- Host city: Dudinka, Russia
- Arena: Taimyr Ice Arena
- Dates: May 26–29
- Winner: Team Glukhov
- Curling club: Adamant CC, Saint Petersburg
- Skip: Sergey Glukhov
- Third: Evgeny Klimov
- Second: Dmitry Mironov
- Lead: Anton Kalalb
- Finalist: Alexey Stukalskiy

= 2022 Nornickel Curling Cup =

The 2022 Nornickel Curling Cup, the sixth edition of the traditional World Curling Tour event, was held from May 26 to 29 at the Taimyr Ice Arena in Dudinka, Russia. For all the teams competing, it was their final event of the 2021–22 curling season.

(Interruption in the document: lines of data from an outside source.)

// TanStack Query hooks of the Boundary screen: one per endpoint.
import { keepPreviousData, queryOptions, useMutation, useQuery, useQueryClient } from "@tanstack/react-query";
import type { z } from "zod";
import type {
  BoundaryOutcomeName,
  OutcomeOverride,
  OutcomeOverrideCreateInput,
  outcomeOverrideListSchema,
  OutcomesResult,
  RatesResult,
} from "@shared/schemas/outcomes";
import type { ThreeTimer } from "@shared/schemas/occurrences";
import type { TurnoverResult } from "@shared/schemas/turnover";
import { api } from "../../lib/api";
import { queryKeys } from "../../lib/queryKeys";
import { studyApiPath } from "../../lib/queries/paths";

export type OverrideList = z.infer<typeof outcomeOverrideListSchema>;
export type OverrideStatus = "active" | "revoked" | "all";

/** What the screen asks the outcomes endpoint: a chart unit or a custom age, and an optional window. */
export interface OutcomesRequest {
  boundaryUnit?: string;
  boundary?: number;
  window?: number;
  group?: BoundaryOutcomeName;
  page?: number;
  pageSize: number;
}


function toSearch(params: Record<string, string | number | undefined>): string {
  const search = new URLSearchParams();
  for (const [key, value] of Object.entries(params)) if (value !== undefined) search.set(key, String(value));
  return search.toString();
}

/**
 * Ranges are edited on other screens, so a visit to this one asks again for what it shows; an answer
 * a few seconds old (asked for as the navigation to the screen began) counts as this visit's.
 */
export const FRESH_FOR_A_VISIT_MS = 5_000;

/** GET /api/studies/:studyId/outcomes: counts, proportional extinction, warnings and one page of each group (or of `group` only). */
export const outcomesQuery = (studyId: string, request: Partial<OutcomesRequest>) =>
  queryOptions({
    queryKey: queryKeys.boundary.outcomes(studyId, { ...request }),
    queryFn: ({ signal }) => api.get<OutcomesResult>(`${studyApiPath(studyId)}/outcomes?${toSearch({ ...request })}`, signal),
    staleTime: FRESH_FOR_A_VISIT_MS,
  });

/** The outcomes of a boundary; `request` null means no boundary is chosen yet (nothing is fetched). */
export function useOutcomes(studyId: string, request: OutcomesRequest | null) {
  return useQuery({ ...outcomesQuery(studyId, { ...request }), enabled: request !== null, placeholderData: keepPreviousData });
}

/** GET /api/studies/:studyId/outcome-overrides: outcomes set by hand, newest first. */
export function useOverrides(studyId: string, status: OverrideStatus, page: number, pageSize: number) {
  const params = { status, page, pageSize };
  return useQuery({
    queryKey: queryKeys.boundary.overrides(studyId, params),
    queryFn: ({ signal }) => api.get<OverrideList>(`${studyApiPath(studyId)}/outcome-overrides?${toSearch(params)}`, signal),
    staleTime: 0,
    placeholderData: keepPreviousData,
  });
}

/** GET /api/studies/:studyId/rates: extinction per stage over the stages the study's taxa span. */
export const ratesQuery = (studyId: string) =>
  queryOptions({
    queryKey: queryKeys.boundary.rates(studyId),
    queryFn: ({ signal }) => api.get<RatesResult>(`${studyApiPath(studyId)}/rates`, signal),
    staleTime: FRESH_FOR_A_VISIT_MS,
  });

export const useRates = (studyId: string) => useQuery(ratesQuery(studyId));

/**
 * GET /api/studies/:studyId/occurrences/three-timer?boundaryMa: three-timer counts, sampling completeness and rates
 * per stage, and the stages on both sides of the boundary when one is given. Below the study's "occurrences" key,
 * so an occurrence upload or revert refreshes it.
 */
export const threeTimerQuery = (studyId: string, boundaryMa: number | null) =>
  queryOptions({
    queryKey: [...queryKeys.studies.detail(studyId), "occurrences", "three-timer", boundaryMa] as const,
    queryFn: ({ signal }) =>
      api.get<ThreeTimer>(`${studyApiPath(studyId)}/occurrences/three-timer${boundaryMa === null ? "" : `?boundaryMa=${encodeURIComponent(String(boundaryMa))}`}`, signal),
  });

export const useThreeTimer = (studyId: string, boundaryMa: number | null) => useQuery(threeTimerQuery(studyId, boundaryMa));

/** What the screen asks the turnover endpoint: the boundary and window of the outcomes, and how to split the diversity curve. */
export interface TurnoverRequest {
  boundaryUnit?: string;
  boundary?: number;
  window?: number;
  splitBy?: string;
}

/**
 * GET /api/studies/:studyId/turnover: origination and extinction per stage, standing diversity, the crisis
 * stage against its background and the boundary scorecard. `request` null: no boundary chosen (nothing fetched).
 */
export const turnoverQuery = (studyId: string, request: TurnoverRequest) =>
  queryOptions({
    queryKey: queryKeys.boundary.turnover(studyId, { ...request }),
    queryFn: ({ signal }) => api.get<TurnoverResult>(`${studyApiPath(studyId)}/turnover?${toSearch({ ...request })}`, signal),
    staleTime: FRESH_FOR_A_VISIT_MS,
  });

export function useTurnover(studyId: string, request: TurnoverRequest | null) {
  return useQuery({ ...turnoverQuery(studyId, { ...request }), enabled: request !== null, placeholderData: keepPreviousData });
}

/** GET /api/studies/:studyId/exports/turnover.csv or scorecard.csv for the same request (a plain download link). */
export function turnoverCsvUrl(studyId: string, file: "turnover" | "scorecard", request: TurnoverRequest): string {
  return `/api${studyApiPath(studyId)}/exports/${file}.csv?${toSearch({ ...request })}`;
}

function useRefreshOutcomes(studyId: string) {
  const queryClient = useQueryClient();
  return () =>
    Promise.all([
      queryClient.invalidateQueries({ queryKey: queryKeys.boundary.outcomesAll(studyId) }),
      queryClient.invalidateQueries({ queryKey: queryKeys.boundary.overridesAll(studyId) }),
    ]);
}

/** POST /api/studies/:studyId/outcome-overrides: set a taxon's outcome by hand (replaces its active override for the same boundary). */
export function useCreateOverride(studyId: string) {
  const refresh = useRefreshOutcomes(studyId);
  return useMutation({
    mutationFn: (input: OutcomeOverrideCreateInput) =>
      api.post<{ override: OutcomeOverride; replacedOverrideId: string | null }>(`${studyApiPath(studyId)}/outcome-overrides`, input),
    onSuccess: refresh,
  });
}

/** POST /api/studies/:studyId/outcome-overrides/:overrideId/revoke: the computed outcome applies again. */
export function useRevokeOverride(studyId: string) {
  const refresh = useRefreshOutcomes(studyId);
  return useMutation({
    mutationFn: ({ overrideId, reason }: { overrideId: string; reason: string }) =>
      api.post<OutcomeOverride>(`${studyApiPath(studyId)}/outcome-overrides/${encodeURIComponent(overrideId)}/revoke`, { reason }),
    onSuccess: refresh,
  });
}
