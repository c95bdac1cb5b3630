// What the Boundary screen asks for, worked out from the study and the address alone, so the requests
// can start with the navigation to the screen (src/app/screenData.ts) instead of after its script has
// loaded and drawn: the same keys and parameters as the screen's own hooks, which then find them.
import type { QueryClient } from "@tanstack/react-query";
import type { Study } from "@shared/schemas/studies";
import { outcomesQuery, ratesQuery, threeTimerQuery, turnoverQuery, type OutcomesRequest, type TurnoverRequest } from "./api";
import { mainBoundarySearch, readBoundaryView, type BoundaryView } from "./boundaryParams";

/** Taxa per page of the outcome lists. */
export const LIST_PAGE_SIZE = 50;

/** An address without a boundary opens at the study's main boundary (set on the overview, or the newest run's crisis). */
export function openingSearch(study: Study, search: URLSearchParams): URLSearchParams | null {
  return !search.has("unit") && !search.has("age") && study.mainBoundary ? mainBoundarySearch(search, study.mainBoundary) : null;
}

export function outcomesRequestOf(view: BoundaryView): OutcomesRequest | null {
  if (!view.choice) return null;
  const where = view.choice.kind === "unit" ? { boundaryUnit: view.choice.name } : { boundary: view.choice.age };
  return { ...where, window: view.window, pageSize: LIST_PAGE_SIZE };
}

export function turnoverRequestOf(request: OutcomesRequest | null, splitBy: string): TurnoverRequest | null {
  return request ? { boundaryUnit: request.boundaryUnit, boundary: request.boundary, window: request.window, splitBy: splitBy || undefined } : null;
}

/** The boundary's age without the time scale: a custom age, or the main boundary chosen by its unit (the study carries its age). */
export function knownBoundaryAge(study: Study, view: BoundaryView): number | null {
  if (view.choice?.kind === "age") return view.choice.age;
  if (view.choice?.kind === "unit" && study.mainBoundary?.unit === view.choice.name) return study.mainBoundary.boundaryMa;
  return null;
}

/** Starts the requests of the screen's first view (outcomes, turnover unsplit, rates, sampling); never waits for them. */
export function prefetchBoundaryScreen(queryClient: QueryClient, study: Study, search: URLSearchParams): void {
  const view = readBoundaryView(openingSearch(study, search) ?? search);
  const request = outcomesRequestOf(view);
  const turnoverRequest = turnoverRequestOf(request, "");
  if (request) void queryClient.prefetchQuery(outcomesQuery(study.id, request));
  if (turnoverRequest) void queryClient.prefetchQuery(turnoverQuery(study.id, turnoverRequest));
  void queryClient.prefetchQuery(ratesQuery(study.id));
  const age = knownBoundaryAge(study, view);
  if (age !== null || !view.choice) void queryClient.prefetchQuery(threeTimerQuery(study.id, age));
}
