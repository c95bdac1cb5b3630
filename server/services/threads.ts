// Threads about coding decisions and results. A thread is attached to a target of the study (a
// trait, a taxon, one trait value, an outcome override, a run or a comparison), holds posts in
// light markdown stored verbatim, and is open or resolved; a resolution may link the coding
// decision that settled it. Mentions notify members (see ./notifications.ts); opening, replying,
// resolving and reopening are written to the study's activity feed in the same transaction.
import { and, count, desc, eq, inArray, or, sql, type SQL } from "drizzle-orm";
import { alias } from "drizzle-orm/pg-core";
import type { Database, DbOrTx } from "../db";
import { codingDecisions, comparisons, memberships, outcomeOverrides, runs, taxa, threadPosts, threads, traits, users } from "../../db/schema/index";
import { markdownExcerpt } from "../../shared/markdown";
import type { StudyRole } from "../../shared/roles";
import {
  canResolveThread,
  titleFromBody,
  type DecisionBrief,
  type PersonRef,
  type ThreadDetail,
  type ThreadList,
  type ThreadListQuery,
  type ThreadSummary,
  type ThreadTarget,
  type ThreadTargetType,
} from "../../shared/schemas/threads";
import type { TraitState } from "../../shared/codebook";
import { badRequest, conflict, forbidden, notFound } from "../http/errors";
import { addActivity } from "./activity";
import type { NotificationService } from "./notifications";

interface Person {
  id: string;
  name: string;
}

type ThreadRow = typeof threads.$inferSelect;

interface TargetKey {
  type: string;
  id: string;
  traitId: string | null;
}

const keyOf = (t: TargetKey) => `${t.type}:${t.id}:${t.traitId ?? ""}`;

const OUTCOME_WORDS: Record<string, string> = { survivor: "survivor", victim: "victim", excluded: "not at risk" };

const formatNumber = (n: number) => (Number.isInteger(n) ? String(n) : String(Number(n.toPrecision(10))));

interface TraitInfo {
  label: string;
  kind: string;
  states: TraitState[];
  unit: string | null;
}

/** A stored value for people: a state's label, a number with its unit, a range end with its interval. */
function valueText(field: string, value: unknown, trait: TraitInfo | undefined): string {
  if (value === null || value === undefined || value === "") return "";
  if (trait) {
    if (trait.kind === "numeric" && typeof value === "number") return `${formatNumber(value)}${trait.unit ? ` ${trait.unit}` : ""}`;
    const state = trait.states.find((s) => s.code === value);
    return state ? state.label : String(value);
  }
  if ((field === "fad" || field === "lad") && typeof value === "object") {
    const end = value as { ma?: number; interval?: string | null };
    const ma = typeof end.ma === "number" ? `${formatNumber(end.ma)} Ma` : "";
    return end.interval ? (ma ? `${end.interval} · ${ma}` : end.interval) : ma;
  }
  if (field === "outcome" && typeof value === "string") return OUTCOME_WORDS[value] ?? value;
  if (typeof value === "object") return JSON.stringify(value);
  return String(value);
}
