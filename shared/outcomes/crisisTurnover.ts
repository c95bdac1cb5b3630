import { backgroundContrast, type BackgroundContrast } from "./backgroundContrast";

/**
 * |z| from which a stage is said to depart from its background: the cut-off Iglewicz & Hoaglin (1993, How to
 * detect and handle outliers, ASQC Quality Press) suggest for the modified (median and MAD) z-score.
 */
export const DEPARTURE_Z = 3.5;

export interface RateContrast extends BackgroundContrast {
  /** The crisis stage's own rate; null when undefined. */
  value: number | null;
  /** |z| >= DEPARTURE_Z; null when z is null. */
  departs: boolean | null;
  /** Why z is null, in words (null when there is a z). */
  reason: string | null;
}

export interface CrisisTurnover {
  extinction: RateContrast;
  origination: RateContrast;
  /** Which rate departs from its background at the crisis stage. */
  departing: "extinction" | "origination" | "both" | "neither" | "not assessable";
  /** The finding in one plain sentence. */
  sentence: string;
}

function whyNoZ(c: BackgroundContrast, value: number | null): string {
  if (value === null) return "its rate is undefined in this stage";
  if (c.n < 5) return `only ${c.n} other stage${c.n === 1 ? " has" : "s have"} a rate (5 are needed)`;
  return "the other stages' rates do not vary (their MAD is 0)";
}

function contrastOf(values: Array<number | null>, index: number): RateContrast {
  const contrast = backgroundContrast(values, index);
  const own = values[index] ?? null;
  const value = own !== null && Number.isFinite(own) ? own : null;
  const noZ = contrast.z === null;
  return { ...contrast, value, departs: noZ ? null : Math.abs(contrast.z!) >= DEPARTURE_Z, reason: noZ ? whyNoZ(contrast, value) : null };
}

const zWords = (z: number) => `z = ${z.toFixed(1)}`;

/**
 * How far the crisis stage's per-capita extinction (q) and origination (p) rates stand out from the study's
 * other stages (backgroundContrast on each), and which of the two departs from its background: |z| >= 3.5,
 * the cut-off of Iglewicz & Hoaglin (1993). A diversity drop can come from elevated extinction or from
 * depressed origination, so both are read. `stages` holds each stage's q and p in time order; `index` is the
 * crisis stage (the stage the boundary closes).
 *
 * @example
 * crisisTurnover([{ q: 0.1, p: 0.9 }, { q: 0.15, p: 0.7 }, { q: 0.2, p: 0.7 }, { q: 0.64, p: 0.72 }, { q: 0.19, p: 0.35 }, { q: 0.16, p: 0.23 }, { q: 0.15, p: 0.4 }], 3)
 * // extinction: others 0.1, 0.15, 0.2, 0.19, 0.16, 0.15 -> median 0.155, mad 0.02, z = 0.485 / 0.029652 = 16.36, departs
 * // origination: others 0.9, 0.7, 0.7, 0.35, 0.23, 0.4 -> median 0.55, mad 0.175, z = 0.17 / 0.259455 = 0.655, does not
 * // departing: "extinction"
 */
export function crisisTurnover(stages: Array<{ q: number | null; p: number | null }>, index: number): CrisisTurnover {
  const extinction = contrastOf(stages.map((s) => s.q), index);
  const origination = contrastOf(stages.map((s) => s.p), index);
  let departing: CrisisTurnover["departing"];
  if (extinction.departs === null && origination.departs === null) departing = "not assessable";
  else if (extinction.departs && origination.departs) departing = "both";
  else if (extinction.departs) departing = "extinction";
  else if (origination.departs) departing = "origination";
  else departing = "neither";

  const part = (name: string, c: RateContrast) => {
    if (c.z === null) return `${name} cannot be compared with its background (${c.reason})`;
    const direction = c.z > 0 ? "above" : "below";
    return c.departs
      ? `${name} departs from its background (${zWords(c.z)}, ${direction} the median of ${c.n} other stages)`
      : `${name} stays within its background (${zWords(c.z)}, against ${c.n} other stages)`;
  };
  const sentence = `At the crisis stage, ${part("extinction", extinction)}; ${part("origination", origination)}.`;
  return { extinction, origination, departing, sentence };
}
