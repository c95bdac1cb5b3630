// Survival across a boundary and boundary-crosser rates: pure functions on stratigraphic ranges in Ma.
export { classifyAcrossBoundary, DEFAULT_EDGE_TOLERANCE, type BoundaryOutcome, type ClassifyOptions } from "./classifyAcrossBoundary";
export { boundaryCrosserRates, countBoundaryCrossers, type BoundaryCrosserCounts, type BoundaryCrosserRates } from "./boundaryCrosserRates";
export { ratesThroughTime, type IntervalRates } from "./ratesThroughTime";
export { outcomeWarnings, type OutcomeWarnings, type WarningGroup } from "./outcomeWarnings";
export { rangeProblem, type NamedInterval, type RangeProblem, type TaxonRange } from "./validateRanges";
export { backgroundContrast, MAD_NORMAL_CONSISTENCY, MIN_BACKGROUND_VALUES, type BackgroundContrast } from "./backgroundContrast";
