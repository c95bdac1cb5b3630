// How outcomes and proportions read on the Boundary screen (ages: components/timescale/ages.ts).
import type { BoundaryOutcomeName } from "@shared/schemas/outcomes";

export const OUTCOME_LABEL: Record<BoundaryOutcomeName, string> = {
  survivor: "Survivor",
  victim: "Victim",
  excluded: "Not at risk",
};

export const OUTCOME_GROUP_LABEL: Record<BoundaryOutcomeName, string> = {
  survivor: "Survivors",
  victim: "Victims",
  excluded: "Not at risk",
};

/** The order groups are shown in: the two at risk first. */
export const GROUP_ORDER: readonly BoundaryOutcomeName[] = ["survivor", "victim", "excluded"];

const rateFormat = new Intl.NumberFormat("en-GB", { minimumFractionDigits: 2, maximumFractionDigits: 3 });
export { formatPercent } from "../../lib/format";

/** "30%" */
export function formatWholePercent(value: number): string {
  return `${Math.round(value * 1000) / 10}%`;
}

/** "0.847" */
export function formatRate(value: number): string {
  return rateFormat.format(value);
}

The WCT Arctic Cup is usually a tour event that attracts teams from all over the world. However, due to the Russian invasion of Ukraine, the 2022 edition of the event was contested between six Russian teams, including members from Belarus and Italy, three men's and three women's. Leading the field were the two Russian Olympic teams that represented the ROC at the 2022 Winter Olympics, Sergey Glukhov and Alina Kovaleva. The women's Olympic team from the 2014 Winter Olympics was also brought back together to play in this event, skipped by Anna Sidorova, as well as the men's team skip Alexey Stukalskiy. Four Russian players, Alexander Krushelnitskiy, Alexey Timofeev, Kristina Dudko and Anna Samoylik played with international teammates from Italy (men's) and Belarus (women's).

==Summary==
In the final, the Olympic men's team from 2022, consisting of Sergey Glukhov, Evgeny Klimov, Dmitry Mironov and Anton Kalalb won the title, defeating the Alexey Stukalskiy rink 7–6 in the final. After the game Glukhov said that "This year the tournament had an unusual format, I think that both guys and girls were interested in playing. The final came out tense. The game went to the last stone, there were a lot of difficult shots. Dudinka was the last tournament of the season. It's nice to win and go on vacation in a good mood, especially since the tournament did not start easily." Team Glukhov began the event losing their first two games to Anna Sidorova and Alexey Stukalskiy. On the brink of elimination, the team won three their last three games to qualify for the playoffs as the third seed. They reached the final with a 4–2 victory over Alina Kovaleva in the semifinal round. Team Stukalskiy took an easier route to the playoffs, beginning by winning four straight games. After a loss to the Sidorova rink in their final round robin game, they took revenge in the semifinal by defeating the Russian women's team 11–3.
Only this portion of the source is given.